Rosa parecía escéptica.

—¿Y eso por qué? —preguntó.

—Bueno, lo primero, porque hemos ganado la guerra por ellos.

La joven asintió.

—Wilson dijo: «En Château-Thierry salvamos al mundo».

—Chuck Dixon y yo estuvimos en esa batalla.

—¿Fue allí donde murió?

—Un impacto directo de un proyectil. La primera baja que vi. Y no la última, por desgracia.

—Lo siento mucho, sobre todo por su mujer. Hace años que conozco a Doris… teníamos el mismo profesor de piano.
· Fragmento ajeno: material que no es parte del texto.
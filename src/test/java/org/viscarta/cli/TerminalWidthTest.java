package org.viscarta.cli;

import static org.junit.jupiter.api.Assertions.assertEquals;
import static org.junit.jupiter.api.Assertions.assertTrue;

import org.junit.jupiter.api.Tag;
import org.junit.jupiter.api.Test;

/** Regression: what fit and match print fits in 100 columns; the wide details are in their CSV (rank: ComparableSetsTest). */
@Tag("regression")
class TerminalWidthTest {

    @Test
    void fitAndMatchPrintWithinOneHundredColumns() {
        for (String[] args : new String[][] {{"fit", "demo-data/hydrogel-screen", "--basis", "tensile"},
            {"fit", "demo-data/temperature-series", "--models", "generalized-maxwell,fractional-zener"},
            {"match", "demo-data/paint-light-ageing.csv", "--library", "reference-materials", "--models", "zener,springpot"},
            {"match", "--target", "demo-data/hydrogel-screen/target-soft-tissue-r1.csv", "--candidates", "demo-data/hydrogel-screen",
                "--basis", "tensile", "--models", "zener,springpot"}}) {
            CliRun r = CliRun.of(args);
            assertEquals(0, r.exitCode(), r.err());
            r.out().lines().forEach(l -> assertTrue(l.codePointCount(0, l.length()) <= 100, "wider than 100 columns: " + l));
            assertTrue(r.out().contains(args[0].equals("fit") ? "best supported:" : "distinguishable"), r.out());
        }
    }
}
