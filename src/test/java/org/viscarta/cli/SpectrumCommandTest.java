package org.viscarta.cli;

import static org.junit.jupiter.api.Assertions.assertEquals;
import static org.junit.jupiter.api.Assertions.assertTrue;

import java.io.IOException;
import java.nio.file.Files;
import java.nio.file.Path;
import java.util.List;
import java.util.Locale;
import org.junit.jupiter.api.Tag;
import org.junit.jupiter.api.Test;
import org.junit.jupiter.api.io.TempDir;

/** {@code viscarta spectrum} end to end: the terminal summary, the CSV and a refused input. */
@Tag("regression")
class SpectrumCommandTest {

    @TempDir
    Path dir;

    /** A Maxwell liquid E = 1e4 Pa, τ = 0.1 s (closed form), 25 frequencies 0.01–100 Hz, no noise. */
    private Path maxwell() throws IOException {
        StringBuilder sb = new StringBuilder("# sample: maxwell-liquid\n# modulus: tensile\nfrequency [Hz],storage_modulus [Pa],loss_modulus [Pa]\n");
        for (int i = 0; i < 25; i++) {
            double f = 0.01 * Math.pow(1e4, i / 24.0);
            double x = 2 * Math.PI * f * 0.1;
            sb.append(String.format(Locale.ROOT, "%.10g,%.10g,%.10g%n", f, 1e4 * x * x / (1 + x * x), 1e4 * x / (1 + x * x)));
        }
        Path p = dir.resolve("maxwell.csv");
        Files.writeString(p, sb.toString());
        return p;
    }

    @Test
    void aMaxwellLiquidHasOnePeakAtItsTimeAndItsViscosity() throws IOException {
        Path csv = dir.resolve("spectrum.csv");
        CliRun r = CliRun.of("spectrum", maxwell().toString(), "-o", csv.toString());
        assertEquals(0, r.exitCode(), r.err());
        assertTrue(r.out().contains("peaks of the spectrum at: 0.1"), r.out());
        // η0 = E τ = 1000 Pa·s
        java.util.regex.Matcher m = java.util.regex.Pattern.compile("zero-frequency viscosity ∫Hτ dlnτ = ([0-9.e+]+)").matcher(r.out());
        assertTrue(m.find(), r.out());
        assertEquals(1000, Double.parseDouble(m.group(1)), 50);
        List<String> lines = Files.readAllLines(csv);
        assertEquals("sample,tau_s,h_pa,h_low_pa,h_high_pa", lines.get(0));
        assertTrue(lines.size() > 40, "one row per τ of the grid");
    }

    @Test
    void aFileWithTooFewPointsIsRefused() throws IOException {
        Path p = dir.resolve("two.csv");
        Files.writeString(p, "frequency [Hz],storage_modulus [Pa],loss_modulus [Pa]\n1,100,10\n2,110,12\n");
        CliRun r = CliRun.of("spectrum", p.toString());
        assertEquals(2, r.exitCode(), r.out() + r.err());
    }

    @Test
    void qualityWritesOneRowPerSweepAndCheck() throws IOException {
        Path csv = dir.resolve("quality.csv");
        CliRun r = CliRun.of("quality", maxwell().toString(), "-o", csv.toString());
        assertEquals(0, r.exitCode(), r.err());
        assertTrue(r.out().contains("maxwell-liquid replicate"), r.out());
        List<String> lines = Files.readAllLines(csv);
        assertEquals(QualityCommand.CSV_HEADER, lines.get(0));
        assertEquals("sample,replicate,check,verdict,value,limit,message", lines.get(0));
        assertEquals(List.of("frequency-span", "points-per-decade", "loss-modulus-sign", "duplicate-frequency", "noise",
                        "kramers-kronig", "storage-monotonic"),
                lines.stream().skip(1).map(l -> l.split(",")[2]).toList());
        assertTrue(lines.stream().skip(1).allMatch(l -> l.split(",")[3].equals("pass")), String.join("\n", lines));
    }
}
—Pero no sé si salvamos al mundo —prosiguió Gus—. Entre los fallecidos hay muchos más franceses, británicos y rusos que norteamericanos. Pero nosotros conseguimos inclinar la balanza. Eso debería significar algo.

Rosa negó con la cabeza, moviendo sus rizos oscuros.

—No estoy de acuerdo. La guerra ha terminado y los europeos ya no nos necesitan.

—Hombres como Lloyd George parecen pensar que el poder militar estadounidense no puede ser desoído.

—Pues se equivoca —dijo Rosa. Gus estaba sorprendido e intrigado al oír a una mujer hablar con tanta vehemencia sobre un tema así—. Supón que los franceses y los británicos simplemente se niegan a seguir a Wilson. ¿Recurriría él al ejército para imponer sus ideas? No. Aunque quisiera, un Congreso republicano no se lo permitiría.

—Tenemos poder económico y financiero.

—No cabe duda de que es cierto que los aliados tienen una gran deuda con nosotros, pero no estoy segura de cuánta influencia nos da eso. Ya sabes lo que dicen: si debes cien dólares, el banco te tiene en su poder; pero si debes un millón, eres tú quien tiene en tu poder al banco.